En el trabajo dale un descanso a tu vista

Para dar alivio a los ojos el doctor José Manuel Benítez, catedrático de Oftalmología de la Universidad Complutense de Madrid, aconseja:

  • Descansar cada dos horas durante quince minutos y aprovechar esos momentos para mirar al infinito y parpadear.
  • Es importante la posición del ordenador, el borde superior de la pantalla debe estar un poco por debajo de la altura de los ojos.
  • La iluminación debe ser la correcta, ni demasiado brillante ni con un escaso contraste.

Otro de los aspectos que podemos potenciar es nuestro campo de visión. Tendemos a prestar atención solo a lo que tenemos delante, pero si miramos más allá disfrutaremos de la espectacularidad del cielo y las nubes en una puesta de sol, del sutil cambio en el tono de las hojas de los árboles que anuncia los cambios de estación o del constante ir y venir de las olas que, con su vaivén, acarician la arena y las rocas.

Observar la naturaleza con una mirada despierta y atenta contribuye a conectarse más con el presente y los constantes cambios de ciclo que se producen.

4. Oído, mucho más que sonidos

Estamos tan habituados al ruido que una de las cosas que más puede impresionarnos es el silencio que se experimenta, por ejemplo, al practicar submarinismo o coronar una cima. Un silencio solo interrumpido por la respiración o los latidos del corazón, sonidos que nos reconfortan y conectan con nosotros mismos.

No es de extrañar porque, ya en el vientre materno, oímos cómo bombea el corazón de nuestra madre y cómo sus pulmones cogen y sueltan aire. Antes de nacer escuchamos también sonidos que provienen del exterior, como la voz de nuestros padres, que luego somos capaces de reconocer. Es uno de los sentidos que desarrollamos de forma más temprana.

Pero el oído no solo permite escuchar: gracias a él se aprende a hablar y regula el equilibrio; por eso, las afecciones que afectan al oído pueden provocar vértigos y mareos.

El oído te conecta con las emociones

El sonido tiene, además, un gran poder de conexión con las emociones.

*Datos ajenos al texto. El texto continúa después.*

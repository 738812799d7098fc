import PDFDocument from 'pdfkit'
import type { Surface } from '../../shared/acoustics'
import { CAUTIONS, FOLLOW_UP_MEASURING, placement, shoppingList, surfaceWords, treatmentTypeNames } from '../../shared/plan'
import type { PlanRoom } from '../../shared/plan'
import type { PlanVersion } from '../../shared/schemas/plan'
import { formatDate } from '../../shared/words/dates'

/**
 * The plan as a PDF the listener can keep: A4, pdfkit's standard Helvetica (text stays searchable),
 * drawings and charts as vector paths. Sections: summary and steps, room drawings (plan view and
 * the four walls, every treatment dimensioned from the walls and corners), before/after charts and
 * the reflection table, the shopping list, absorption sources, follow-up measuring, cautions.
 */

export interface PlanPdfInput {
  plan: PlanVersion
  room: PlanRoom & { name?: string }
  caseTitle: string
  listenerName: string
}

type Doc = InstanceType<typeof PDFDocument>

const A4 = { w: 595.28, h: 841.89 }
const MARGIN = 48
const CONTENT_W = A4.w - 2 * MARGIN
const COLORS = {
  ink: '#1d2327', muted: '#5c646b', rule: '#c9cfd4', room: '#3b4449', before: '#9aa3aa', after: '#0f6b6f',
  treatment: '#0f6b6f', treatmentFill: '#d5ecec', existing: '#b9a98f', existingFill: '#efe8dc', target: '#e8f0f0', seat: '#b5462f', speaker: '#1d2327', band: '#f1e7c9',
}

/** Helvetica carries WinAnsi only: other characters get plain equivalents. */
export function pdfText(s: string): string {
  return s
    .replace(/\u2212/g, '-')
    .replace(/\s*\u2192\s*/g, ' to ')
    .replace(/\u2264/g, '<=')
    .replace(/\u2265/g, '>=')
    .replace(/\u2248/g, '~')
    .replace(/\u03b1/g, 'alpha')
    .replace(/\u03c3/g, 'sigma')
    .replace(/\u2009|\u202f/g, ' ')
    .replace(/[^\u0000-\u00ff\u0152\u0153\u0160\u0161\u0178\u017d\u017e\u0192\u02c6\u02dc\u2013\u2014\u2018-\u201a\u201c-\u201e\u2020-\u2022\u2026\u2030\u2039\u203a\u20ac\u2122]/g, '?')
}

/** Markdown reduced to plain paragraphs for print (headings, emphasis and list markers dropped). */
export function plainMarkdown(md: string): string[] {
  return md
    .split(/\n{2,}/)
    .map((p) => p.replace(/^#{1,6}\s*/gm, '').replace(/\*\*(.+?)\*\*/g, '$1').replace(/[*_`]/g, '').replace(/^\s*[-+]\s+/gm, '• ').replace(/\[(.+?)\]\((.+?)\)/g, '$1 ($2)').trim())
    .filter(Boolean)
}

const f2 = (v: number) => v.toFixed(2)

export async function renderPlanPdf(input: PlanPdfInput): Promise<Buffer> {
  const { plan, room } = input
  const pr = plan.predictions
  const doc: Doc = new PDFDocument({
    size: 'A4',
    margins: { top: MARGIN, bottom: MARGIN + 14, left: MARGIN, right: MARGIN },
    bufferPages: true,
    info: { Title: pdfText(`Treatment plan: ${input.caseTitle}`), Author: 'Roomwright', Subject: `Plan version ${plan.version}` },
  })
  const chunks: Buffer[] = []
  doc.on('data', (c: Buffer) => chunks.push(c))
  const done = new Promise<Buffer>((resolve, reject) => {
    doc.on('end', () => resolve(Buffer.concat(chunks)))
    doc.on('error', reject)
  })

  const text = (s: string, opts: PDFKit.Mixins.TextOptions = {}) => doc.text(pdfText(s), opts)
  const heading = (s: string) => {
    ensureSpace(60)
    doc.moveDown(0.6).font('Helvetica-Bold').fontSize(14).fillColor(COLORS.ink)
    text(s, { width: CONTENT_W })
    doc.moveDown(0.3).font('Helvetica').fontSize(10)
  }
  const sub = (s: string) => {
    ensureSpace(40)
    doc.moveDown(0.4).font('Helvetica-Bold').fontSize(11).fillColor(COLORS.ink)
    text(s, { width: CONTENT_W })
    doc.moveDown(0.15).font('Helvetica').fontSize(10)
  }
  const para = (s: string, opts: PDFKit.Mixins.TextOptions = {}) => {
    doc.font('Helvetica').fontSize(10).fillColor(COLORS.ink)
    text(s, { width: CONTENT_W, lineGap: 1.5, ...opts })
    doc.moveDown(0.35)
  }
  const bottom = () => A4.h - MARGIN - 14
  function ensureSpace(h: number) {
    if (doc.y + h > bottom()) doc.addPage()
  }

  const stepOf = new Map(pr.order.map((id, i) => [id, i + 1]))
  const changeOf = new Map(pr.changes.map((c) => [c.id, c]))
  const sentWords = plan.sentAt
    ? `sent ${formatDate(plan.sentAt, { timeZone: 'UTC' })}${plan.sentBy ? ` by ${plan.sentBy.name}` : ''}`
    : 'draft, not yet sent'

  // ---------------------------------------------------------------- page 1: summary and steps
  doc.rect(0, 0, A4.w, 70).fill(COLORS.after)
  doc.fillColor('#ffffff').font('Helvetica-Bold').fontSize(20).text('Roomwright', MARGIN, 22)
  doc.font('Helvetica').fontSize(11).text(pdfText('Treatment plan'), MARGIN, 46)
  doc.fillColor(COLORS.ink).font('Helvetica-Bold').fontSize(16)
  doc.y = 92
  text(input.caseTitle, { width: CONTENT_W })
  doc.font('Helvetica').fontSize(10).fillColor(COLORS.muted)
  text(`For ${input.listenerName} · plan version ${plan.version}, ${sentWords} · room${room.name ? ` "${room.name}"` : ''} ${f2(room.length)} × ${f2(room.width)} × ${f2(room.height)} m (${pr.reverberation.volumeM3.toFixed(1)} m³), revision ${plan.roomRevision}`, { width: CONTENT_W })
  doc.moveDown(0.8)

  sub('At your main seat: today and after the plan (predicted)')
  table(doc, [
    { title: '', width: 200 },
    { title: 'Today', width: 66, align: 'right' },
    { title: 'After the plan', width: 80, align: 'right' },
    { title: 'Aim', width: CONTENT_W - 346, align: 'right' },
  ], [
    ['Bass: peak-to-dip spread (smoothed)', `${pr.before.spreadDb.toFixed(1)} dB`, `${pr.after.spreadDb.toFixed(1)} dB`, '5-6 dB is about the best a room gets'],
    ['Strong early reflections (first order)', String(pr.before.firstInWindow), String(pr.after.firstInWindow), `none within ${pr.reflectionWindow.windowMs} ms above ${pr.reflectionWindow.thresholdDb} dB`],
    ['Reverberation time, 500 Hz-1 kHz (Eyring)', `${pr.before.rtMidS.toFixed(2)} s`, `${pr.after.rtMidS.toFixed(2)} s`, pr.rtTarget.rule === 'bs1116' ? 'ITU-R BS.1116 band' : 'about 0.3 s (0.2-0.4 s)'],
    ['Setup issues (problems and warnings)', String(pr.before.problems + pr.before.warnings), String(pr.after.problems + pr.after.warnings), 'none'],
  ])
  doc.font('Helvetica').fontSize(8.5).fillColor(COLORS.muted)
  text(`Predicted by the Roomwright room engine ${pr.engineVersion} from the room you described; aims marked as common practice have no published source. The first reflections and bass figures are for the main seat.`, { width: CONTENT_W })
  doc.moveDown(0.6)

  heading('What to do, in this order')
  para('Each step is listed with what it should change at your seat. The order puts the biggest effect first, because each fix uncovers the next problem; the effect measure is explained at the end of the plan.', { lineGap: 1 })
  pr.order.forEach((id, i) => {
    const c = changeOf.get(id)
    if (!c) return
    ensureSpace(70)
    doc.font('Helvetica-Bold').fontSize(11).fillColor(COLORS.after)
    text(`${i + 1}. ${c.title}`, { width: CONTENT_W })
    doc.font('Helvetica').fontSize(9.5).fillColor(COLORS.ink)
    text(c.summary, { width: CONTENT_W, lineGap: 1 })
    const note = id === 'seat' ? plan.body.seatNote : id === 'speakers' ? plan.body.speakersNote : id === 'subwoofers' ? plan.body.subwoofersNote : plan.body.treatments.find((t) => t.id === id)?.note
    if (note?.trim()) {
      doc.fillColor(COLORS.muted).font('Helvetica-Oblique')
      text(`Advisor: ${note.trim()}`, { width: CONTENT_W })
      doc.font('Helvetica')
    }
    doc.fillColor(COLORS.muted).fontSize(8.5)
    text(`Effect ${c.effect.points.toFixed(1)} points (reflections ${c.effect.parts.reflections}, bass ${c.effect.parts.bass}, reverberation ${c.effect.parts.reverberation}, setup flags ${c.effect.parts.flags})`, { width: CONTENT_W })
    doc.moveDown(0.5)
  })
  if (!pr.order.length) para('This version lists no changes yet.')

  if (plan.body.notes.trim()) {
    heading('Notes from your advisor')
    for (const p of plainMarkdown(plan.body.notes)) para(p)
  }

  // ---------------------------------------------------------------- drawings
  doc.addPage()
  heading('The room seen from above')
  para('Front wall (behind the speakers) at the top, left wall on the left as seen from the seat. Plan items are numbered by their step; dimensions in metres to the edges of each item from the nearest walls. Existing treatment in beige; dashed outlines hang from the ceiling or lie on the floor.', { lineGap: 1 })
  drawPlanView(doc, input, stepOf, { x: MARGIN, y: doc.y + 6, w: CONTENT_W, h: bottom() - doc.y - 16 })

  doc.addPage()
  heading('The walls, as seen from inside the room')
  para('Each wall is drawn as you see it standing in the room facing it. Dimensions in metres: along the floor from the named corner to the item\'s edge, and from the floor to its bottom edge.', { lineGap: 1 })
  doc.y = drawElevations(doc, input, stepOf, { x: MARGIN, y: doc.y + 4, w: CONTENT_W, h: Math.min(560, bottom() - doc.y - 8) })
  doc.x = MARGIN

  sub('Where each item goes')
  const placed = plan.body.treatments.map((t) => ({ t, step: stepOf.get(t.id) ?? 0 })).sort((a, b) => a.step - b.step)
  table(doc, [
    { title: 'Step', width: 34 },
    { title: 'Item', width: 110 },
    { title: 'Size', width: 86 },
    { title: 'Position, measured from walls and corners', width: CONTENT_W - 230 },
  ], placed.map(({ t, step }) => [
    String(step),
    treatmentTypeNames[t.type] ?? t.type,
    `${f2(t.width)} × ${f2(t.height)} m${t.thickness ? `, ${Math.round(t.thickness * 1000)} mm` : ''}`,
    placement(room, t).text,
  ]))
  if (!placed.length) para('No treatments in this version.')
  const moves: string[][] = []
  if (plan.body.seat) moves.push([String(stepOf.get('seat') ?? ''), 'Main seat', `${f2(plan.body.seat.x)} m from the front wall, ${f2(plan.body.seat.y)} m from the left wall, ears ${f2(plan.body.seat.z)} m above the floor (was ${f2(room.seats[0].x)} m, ${f2(room.seats[0].y)} m)`])
  for (const s of plan.body.speakers) {
    const was = room.speakers.find((x) => x.label === s.label)
    moves.push([String(stepOf.get('speakers') ?? ''), `Speaker ${s.label}`, `front of the cabinet's acoustic centre ${f2(s.x)} m from the front wall, ${f2(s.y)} m from the left wall, ${f2(s.z)} m high${was ? ` (was ${f2(was.x)} m, ${f2(was.y)} m)` : ''}`])
  }
  for (const s of plan.body.subwoofers ?? []) {
    const was = (room.subwoofers ?? []).find((x) => x.label === s.label)
    moves.push([String(stepOf.get('subwoofers') ?? ''), `Subwoofer ${s.label}`, `${f2(s.x)} m from the front wall, ${f2(s.y)} m from the left wall, ${f2(s.z)} m high${was ? ` (was ${f2(was.x)} m, ${f2(was.y)} m)` : ''}`])
  }
  if (moves.length) {
    sub('Seat and speaker positions')
    table(doc, [{ title: 'Step', width: 34 }, { title: 'What', width: 90 }, { title: 'New position', width: CONTENT_W - 124 }], moves)
  }

  // ---------------------------------------------------------------- charts
  doc.addPage()
  heading('Before and after (predicted)')
  sub('Reverberation time per octave band')
  para(`Eyring reverberation time from the surfaces, furnishings, air and the plan's treatments, today (grey) and after the plan (teal); the shaded band is the target: ${pr.rtTarget.description}.`, { lineGap: 1 })
  drawRtChart(doc, pr, { x: MARGIN, y: doc.y + 4, w: CONTENT_W, h: 190 })
  doc.y += 206
  table(doc, [
    { title: 'Band', width: 60 },
    { title: 'Sabine today', width: 80, align: 'right' },
    { title: 'Sabine after', width: 80, align: 'right' },
    { title: 'Eyring today', width: 80, align: 'right' },
    { title: 'Eyring after', width: 80, align: 'right' },
    { title: 'Target', width: CONTENT_W - 380, align: 'right' },
  ], pr.reverberation.bands.map((b) => [`${b.hz} Hz`, `${f2(b.sabineBefore)} s`, `${f2(b.sabineAfter)} s`, `${f2(b.eyringBefore)} s`, `${f2(b.eyringAfter)} s`, `${f2(b.lower)}-${f2(b.upper)} s`]))

  ensureSpace(260)
  sub('Low-frequency response at the main seat')
  para(`The modal sum at the seat, smoothed to 1/6 octave, today (grey) and after the plan (teal). Peak-to-dip spread in ${pr.lowFrequency.bandHz[0]}-${pr.lowFrequency.bandHz[1]} Hz: ${pr.lowFrequency.spreadBeforeDb.toFixed(1)} dB today, ${pr.lowFrequency.spreadAfterDb.toFixed(1)} dB after.`, { lineGap: 1 })
  drawLfChart(doc, pr, { x: MARGIN, y: doc.y + 4, w: CONTENT_W, h: 190 })
  doc.y += 206

  heading('Early reflections at the main seat')
  para(`First-order reflections from each speaker. Inside the window means within ${pr.reflectionWindow.windowMs} ms of the direct sound and louder than ${pr.reflectionWindow.thresholdDb} dB relative to it (common practice, no source). Covered by: the plan items whose rectangle holds the reflection point.`, { lineGap: 1 })
  const main = plan.predictions.reflections.filter((r) => r.seat === room.seats[0].label)
  table(doc, [
    { title: 'Speaker', width: 54 },
    { title: 'Surface', width: 76 },
    { title: 'Delay', width: 56, align: 'right' },
    { title: 'Today', width: 60, align: 'right' },
    { title: 'After', width: 60, align: 'right' },
    { title: 'In window', width: 80 },
    { title: 'Covered by step', width: CONTENT_W - 386 },
  ], main.map((r) => [
    r.speaker, surfaceWords[r.surface], `${r.delayMsAfter.toFixed(1)} ms`, `${r.beforeDb.toFixed(1)} dB`, `${r.afterDb.toFixed(1)} dB`,
    `${r.inWindowBefore ? 'yes' : 'no'} to ${r.inWindowAfter ? 'yes' : 'no'}`, r.coveredBy.map((id) => stepOf.get(id) ?? id).join(', '),
  ]))

  if (pr.flags.cleared.length || pr.flags.raised.length) {
    sub('Setup flags')
    for (const f of pr.flags.cleared) para(`Clears: ${f.message}`)
    for (const f of pr.flags.raised) para(`New: ${f.message}`)
  }

  // ---------------------------------------------------------------- shopping list and sources
  heading('Shopping list')
  const shop = shoppingList(plan.body.treatments)
  table(doc, [
    { title: 'Qty', width: 30, align: 'right' },
    { title: 'Item', width: 100 },
    { title: 'Size', width: 130 },
    { title: 'Material', width: 140 },
    { title: 'Area', width: CONTENT_W - 400, align: 'right' },
  ], [
    ...shop.items.map((i) => [String(i.quantity), i.item, i.size, i.material + (i.mounting ? `; ${i.mounting}` : ''), `${i.areaM2.toFixed(2)} m²`]),
    [String(shop.totalCount), 'Total', '', '', `${shop.totalAreaM2.toFixed(2)} m²`],
  ], { boldLast: true })

  sub('Where the absorption figures come from')
  table(doc, [
    { title: 'Step', width: 34 },
    { title: '125', width: 34, align: 'right' },
    { title: '250', width: 34, align: 'right' },
    { title: '500', width: 34, align: 'right' },
    { title: '1k', width: 34, align: 'right' },
    { title: '2k', width: 34, align: 'right' },
    { title: '4k', width: 34, align: 'right' },
    { title: 'Source of the coefficients', width: CONTENT_W - 238 },
  ], [...pr.absorption].sort((x, y) => (stepOf.get(x.changeId) ?? 0) - (stepOf.get(y.changeId) ?? 0)).map((a) => [String(stepOf.get(a.changeId) ?? ''), ...[1, 2, 3, 4, 5, 6].map((k) => (a.alpha[k] === null ? '-' : a.alpha[k]!.toFixed(2))), a.source]))

  // ---------------------------------------------------------------- follow-up and cautions
  heading(FOLLOW_UP_MEASURING.title)
  FOLLOW_UP_MEASURING.steps.forEach((s, i) => para(`${i + 1}. ${s}`))
  heading('Before you build, hang or measure')
  for (const c of CAUTIONS) {
    ensureSpace(40)
    doc.font('Helvetica-Bold').fontSize(10).fillColor(COLORS.ink)
    text(c.title, { width: CONTENT_W, continued: false })
    para(c.text)
  }
  sub('How the order is chosen')
  para(pr.effectMeasure)

  // page footers
  const range = doc.bufferedPageRange()
  for (let i = 0; i < range.count; i++) {
    doc.switchToPage(range.start + i)
    const keep = doc.page.margins.bottom
    doc.page.margins.bottom = 0
    doc.font('Helvetica').fontSize(8).fillColor(COLORS.muted)
    doc.text(pdfText(`Roomwright · ${input.caseTitle} · plan version ${plan.version} · page ${i + 1} of ${range.count}`), MARGIN, A4.h - MARGIN + 8, { width: CONTENT_W, align: 'center', lineBreak: false })
    doc.page.margins.bottom = keep
  }
  doc.end()
  return done
}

Al escuchar música podemos sentir ternura, miedo, tristeza, esperanza… "Cuando cantamos, se nos dilatan las pupilas y aumentan los niveles de endorfinas; la música compromete a todo el cuerpo, así como al cerebro, y tiene una cualidad terapéutica", escribe Ackerman.

Cantar y escuchar diferentes estilos de música puede ser, pues, una buena manera de revitalizar este sentido. El uso reiterado de auriculares, el ruido del tráfico, las obras urbanas o las aglomeraciones pueden acabar silenciando pequeños regalos para nuestros oídos, melodías como el gorjeo de un pájaro, el caer de una hoja marchita o el aire peinando las ramas de los árboles.

Se puede tratar de afinar el oído para concentrarse en esos sonidos, que nos resultan más agradables y mucho menos estresantes.

5. Gusto, un sano placer

Es tal la satisfacción que podemos obtener gracias a este sentido que con solo imaginarnos nuestros platos preferidos la salivación y la sensación de hambre aumentan, como si estuviéramos preparando el organismo para degustarlos en ese preciso momento.

El sentido del gusto es, y ha sido, fundamental para la supervivencia de nuestra especie, y ha evolucionado a lo largo de los siglos: pocos podrían hoy deleitarse con muchos platos que antaño eran de consumo frecuente.

No obstante, los menús actuales también pueden atrofiar este sentido con su exceso de salsas y condimentos (sal, azúcar, pimienta, saborizantes…), que pueden enmascarar los sabores y restar autenticidad a los platos.

Recuperar la sencillez en la cocina, apostando por recetas cocinadas a la plancha, al vapor o en papillote, contribuye a redescubrir el sabor natural de los alimentos. Un sabor que será más auténtico e intenso si se eligen productos ecológicos y de temporada.